**ACTIVITY**
When the string "incremental" is part of a line below, that line should be copied.

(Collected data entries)
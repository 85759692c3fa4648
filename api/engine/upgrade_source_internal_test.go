package engine

import (
	"fmt"
	"strings"
	"testing"
	"time"

	"github.com/deadspace-fhir/deadspace/derive"
	"github.com/deadspace-fhir/deadspace/fhir/decode"
)

// asVersion3 rewrites a version 4 payload into the layout the previous
// build stored: no source byte after the encounter, 11 bytes an other
// reading.
func asVersion3(t *testing.T, p []byte) []byte {
	t.Helper()
	l, err := parseHead(p)
	if err != nil {
		t.Fatal(err)
	}
	old := append([]byte{3}, p[1:l.source]...)
	old = append(old, p[l.source+1:l.also]...)
	for i := range l.nAlso {
		off := l.also + 12*i
		old = append(old, p[off:off+11]...)
	}
	return append(old, p[l.end:]...)
}

// endTidalInMMHg is an end-tidal CO2 charted under LOINC 19889-5 (a row of
// the default table at priority 10 that accepts a pressure as well as a
// percentage) in mm[Hg]: nothing was converted. Invented values.
func endTidalInMMHg(id string, at time.Time, v float64) []byte {
	return fmt.Appendf(nil, `{"resourceType":"Observation","id":%q,"meta":{"versionId":"1","lastUpdated":"2026-03-14T22:00:00Z"},"status":"final",`+
		`"code":{"coding":[{"system":"http://loinc.org","code":"19889-5"}]},"subject":{"reference":"Patient/p"},`+
		`"effectiveDateTime":%q,"valueQuantity":{"value":%v,"unit":"mmHg","system":"http://unitsofmeasure.org","code":"mm[Hg]"}}`,
		id, at.Format(time.RFC3339), v)
}

// An input the previous build stored (payload version 3) and the same kind
// of input this build stores (version 4) are one rule's input: the source a
// reading is named by must not depend on which build stored it. Here both
// are end-tidal CO2 in mm[Hg] under the default table's 19889-5 row: the
// decoder leaves the source unspecified (derive.DefaultSource: measured),
// while legacySource names the version 3 one a converted percentage from its
// priority alone, although its stored unit says nothing was converted. A
// window holding one of each (a patient whose readings straddle the upgrade)
// then discloses "sources of this priority that differ in kind", and the
// live service's note differs from replay's over the same export.
// Expected: the version 3 and version 4 payloads of one input decode to one
// source, and the substitute note of a mixed window is replay's.
func TestStoredBeforeAndAfterUpgradeNameOneSource(t *testing.T) {
	dec := decode.New(decode.Options{})
	at := time.Date(2026, 3, 14, 21, 0, 0, 0, time.UTC)
	stored := func(id string, at time.Time, v float64, version3 bool) derive.Reading {
		t.Helper()
		it, err := dec.Decode(endTidalInMMHg(id, at, v))
		if err != nil || it.Type != decode.ItemReading {
			t.Fatalf("decode %s: %v %+v", id, err, it)
		}
		p, err := encodeStored(it)
		if err != nil {
			t.Fatal(err)
		}
		if version3 {
			p = asVersion3(t, p)
		}
		si, err := decodeStored(p, "Observation/"+id, "1")
		if err != nil {
			t.Fatal(err)
		}
		r := si.Item.Reading
		r.Priority = int16(si.Item.Priority)
		return r
	}
	before := stored("et-before", at.Add(-2*time.Minute), 36, true)
	after := stored("et-after", at.Add(time.Minute), 37, false)
	if before.SourceKind() != after.SourceKind() {
		t.Errorf("one input's source depends on the build that stored it: version 3 %q, version 4 %q", before.SourceKind(), after.SourceKind())
	}

	gas := derive.Reading{Ref: "Observation/gas/_history/1", AtMillis: at.UnixMilli(), Value: 42, Kind: derive.KindPaCO2}
	substitute := func(readings ...derive.Reading) string {
		d := derive.Derive(derive.DefaultConfig(), gas, derive.Patient{}, readings)
		for _, s := range d.Used {
			if s.Kind == derive.KindEtCO2 {
				return s.Substitute
			}
		}
		t.Fatalf("no end-tidal summary: %+v", d)
		return ""
	}
	live := substitute(before, after)
	replayed := substitute(stored("et-before", at.Add(-2*time.Minute), 36, false), after)
	if strings.Contains(live, "differ in kind") || live != replayed {
		t.Errorf("a window straddling the upgrade:\n live   %q\n replay %q", live, replayed)
	}
}
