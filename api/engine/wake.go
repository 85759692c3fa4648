package engine

// WakeWriter asks the outbox writer for a pass now instead of at its next
// timer, as after an operator moved a dead letter back to the outbox.
func (e *Engine) WakeWriter() { signal(e.flush) }
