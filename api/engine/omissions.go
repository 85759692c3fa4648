package engine

import (
	"context"
	"encoding/json"
	"errors"
	"fmt"
	"sync"
	"time"

	"github.com/deadspace-fhir/deadspace/api/pipeline"
	"github.com/deadspace-fhir/deadspace/api/store"
	"github.com/deadspace-fhir/deadspace/derive"
)

// When the left-out picture's refresher runs: once evaluations have been
// quiet for pictureQuiet, or, under sustained load, pictureMaxLag after a
// patient's picture went stale. A burst of data therefore costs each of
// its patients one complete re-derivation after the burst (or one per
// pictureMaxLag while it lasts), not one per second taken from the
// evaluations and the webhook; the gauges lag by at most that.
const (
	pictureQuiet  = time.Second
	pictureMaxLag = 15 * time.Second
)

// pictures keeps Hooks.Evaluated true to a complete evaluation of each
// patient's data.
//
// An incremental evaluation re-derives only the blood gases new data
// reaches, so it knows only part of what the patient's data leaves out;
// reporting that part would undercount, and reporting nothing would leave
// an earlier picture standing (data usually arrives patient first, then
// blood gases, then device readings, and only the first evaluation is
// complete). So an incremental evaluation marks the patient's picture
// stale, and a refresher re-derives stale patients whole, without
// committing anything, off the evaluation path: one patient at a time,
// each stale patient once per round however many evaluations marked it,
// a round when evaluations go quiet (or at the latest [pictureMaxLag]
// after the first stale mark), and after each round a rest three times as
// long as the round took.
type pictures struct {
	wake chan struct{}

	mu sync.Mutex // orders reports: a refresh never overwrites a newer evaluation
	// stale are the patients whose last report is older than their last
	// evaluation.
	stale map[string]struct{}
	// evaluations counts each patient's evaluations, so a refresh whose
	// reading an evaluation overtook is dropped.
	evaluations map[string]uint64
	// refreshing counts the patients of the round in progress not yet
	// reported.
	refreshing int
	// lastEvaluation is when an evaluation last reported.
	lastEvaluation time.Time

	round sync.Mutex // one refresh round at a time
}

func newPictures() *pictures {
	return &pictures{wake: make(chan struct{}, 1), stale: map[string]struct{}{}, evaluations: map[string]uint64{}}
}

// evaluated is called by every committed evaluation of a patient with what
// it left out; complete says it derived the patient whole.
func (e *Engine) evaluated(subject string, omitted []derive.Omission, complete bool) {
	p := e.pictures
	p.mu.Lock()
	defer p.mu.Unlock()
	p.evaluations[subject]++
	p.lastEvaluation = time.Now()
	if !complete {
		p.stale[subject] = struct{}{}
		signal(p.wake)
		return
	}
	delete(p.stale, subject)
	if e.cfg.Hooks.Evaluated != nil {
		e.cfg.Hooks.Evaluated(subject, omitted)
	}
}

// pictureLoop refreshes stale pictures until ctx is done.
func (e *Engine) pictureLoop(ctx context.Context) {
	for {
		select {
		case <-ctx.Done():
			return
		case <-e.pictures.wake:
		}
		if !e.awaitQuiet(ctx, time.Now()) {
			return
		}
		started := time.Now()
		if err := e.refreshPictures(ctx); err != nil && ctx.Err() == nil {
			e.log.ErrorContext(ctx, "refreshing what the derivations leave out failed; it is retried", "err", err)
			signal(e.pictures.wake)
		}
		// Rest three times as long as the round took, so under sustained
		// load the refresher takes at most a quarter of one core from
		// evaluations and the webhook.
		if !sleep(ctx, 3*time.Since(started)) {
			return
		}
	}
}

// awaitQuiet waits until evaluations have been quiet for pictureQuiet, or
// pictureMaxLag after staleSince, whichever comes first; false when ctx
// ended.
func (e *Engine) awaitQuiet(ctx context.Context, staleSince time.Time) bool {
	p := e.pictures
	deadline := staleSince.Add(pictureMaxLag)
	for {
		p.mu.Lock()
		quietAt := p.lastEvaluation.Add(pictureQuiet)
		p.mu.Unlock()
		now := time.Now()
		if !now.Before(quietAt) || !now.Before(deadline) {
			return true
		}
		if !sleep(ctx, min(quietAt.Sub(now), deadline.Sub(now))) {
			return false
		}
	}
}

// refreshPictures re-derives every stale patient whole and reports what
// each leaves out. A patient it could not read stays stale.
func (e *Engine) refreshPictures(ctx context.Context) error {
	p := e.pictures
	p.round.Lock()
	defer p.round.Unlock()
	p.mu.Lock()
	subjects := make([]string, 0, len(p.stale))
	for s := range p.stale {
		subjects = append(subjects, s)
	}
	clear(p.stale)
	p.refreshing = len(subjects)
	p.mu.Unlock()
	var errs []error
	for i, s := range subjects {
		if ctx.Err() != nil {
			e.refreshed(false, subjects[i:]...)
			return errors.Join(append(errs, ctx.Err())...)
		}
		err := e.refreshPicture(ctx, s)
		if err != nil {
			errs = append(errs, err)
		}
		e.refreshed(err == nil, s)
	}
	return errors.Join(errs...)
}

// refreshed ends the round's work on subjects; those not reported stay
// stale.
func (e *Engine) refreshed(reported bool, subjects ...string) {
	p := e.pictures
	p.mu.Lock()
	defer p.mu.Unlock()
	p.refreshing -= len(subjects)
	if reported {
		return
	}
	for _, s := range subjects {
		p.stale[s] = struct{}{}
	}
}

// stalePictures counts the patients whose left-out picture is not yet
// reported as their data stands.
func (e *Engine) stalePictures() int {
	p := e.pictures
	p.mu.Lock()
	defer p.mu.Unlock()
	return len(p.stale) + p.refreshing
}

// refreshPicture re-derives one patient whole, commits nothing, and
// reports what the patient's data leaves out, unless an evaluation
// reported since the inputs were read (its report, or the refresh it asks
// for, is newer).
func (e *Engine) refreshPicture(ctx context.Context, subject string) error {
	p := e.pictures
	p.mu.Lock()
	seen := p.evaluations[subject]
	p.mu.Unlock()
	omitted, err := e.omissions(ctx, subject)
	if err != nil {
		return err
	}
	p.mu.Lock()
	defer p.mu.Unlock()
	if p.evaluations[subject] == seen && e.cfg.Hooks.Evaluated != nil {
		e.cfg.Hooks.Evaluated(subject, omitted)
	}
	return nil
}

// omissions is what a complete evaluation of the patient's stored data
// leaves out. Patient facts come from the store only: an evaluation has
// already read the server for them, and a refresh must not add requests.
func (e *Engine) omissions(ctx context.Context, subject string) ([]derive.Omission, error) {
	inputs, err := e.loadInputs(ctx, subject)
	if err != nil {
		return nil, fmt.Errorf("engine: left-out picture: %w", err)
	}
	omitted, err := e.omissionsOf(ctx, subject, inputs)
	if err != nil {
		return nil, fmt.Errorf("engine: left-out picture: %w", err)
	}
	return omitted, nil
}

// omissionsOf is what a complete evaluation of inputs, the patient's
// usable stored readings, leaves out, with the patient's facts from the
// store.
func (e *Engine) omissionsOf(ctx context.Context, subject string, inputs []pipeline.Input) ([]derive.Omission, error) {
	var facts derive.Patient
	switch stored, err := e.cfg.Store.Patient(ctx, subject); {
	case errors.Is(err, store.ErrNotFound):
	case err != nil:
		return nil, err
	default:
		if err := json.Unmarshal(stored.Payload, &facts); err != nil {
			return nil, fmt.Errorf("stored patient: %w", err)
		}
	}
	_, omitted, err := pipeline.EvaluateFrom(e.cfg.Derive, e.cfg.Encoder, subject, facts, inputs, time.Time{})
	if err != nil {
		return nil, err
	}
	return omitted, nil
}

**ANSWER**
// An incremental evaluation re-derives only the blood gases new data
// complete). So an incremental evaluation marks the patient's picture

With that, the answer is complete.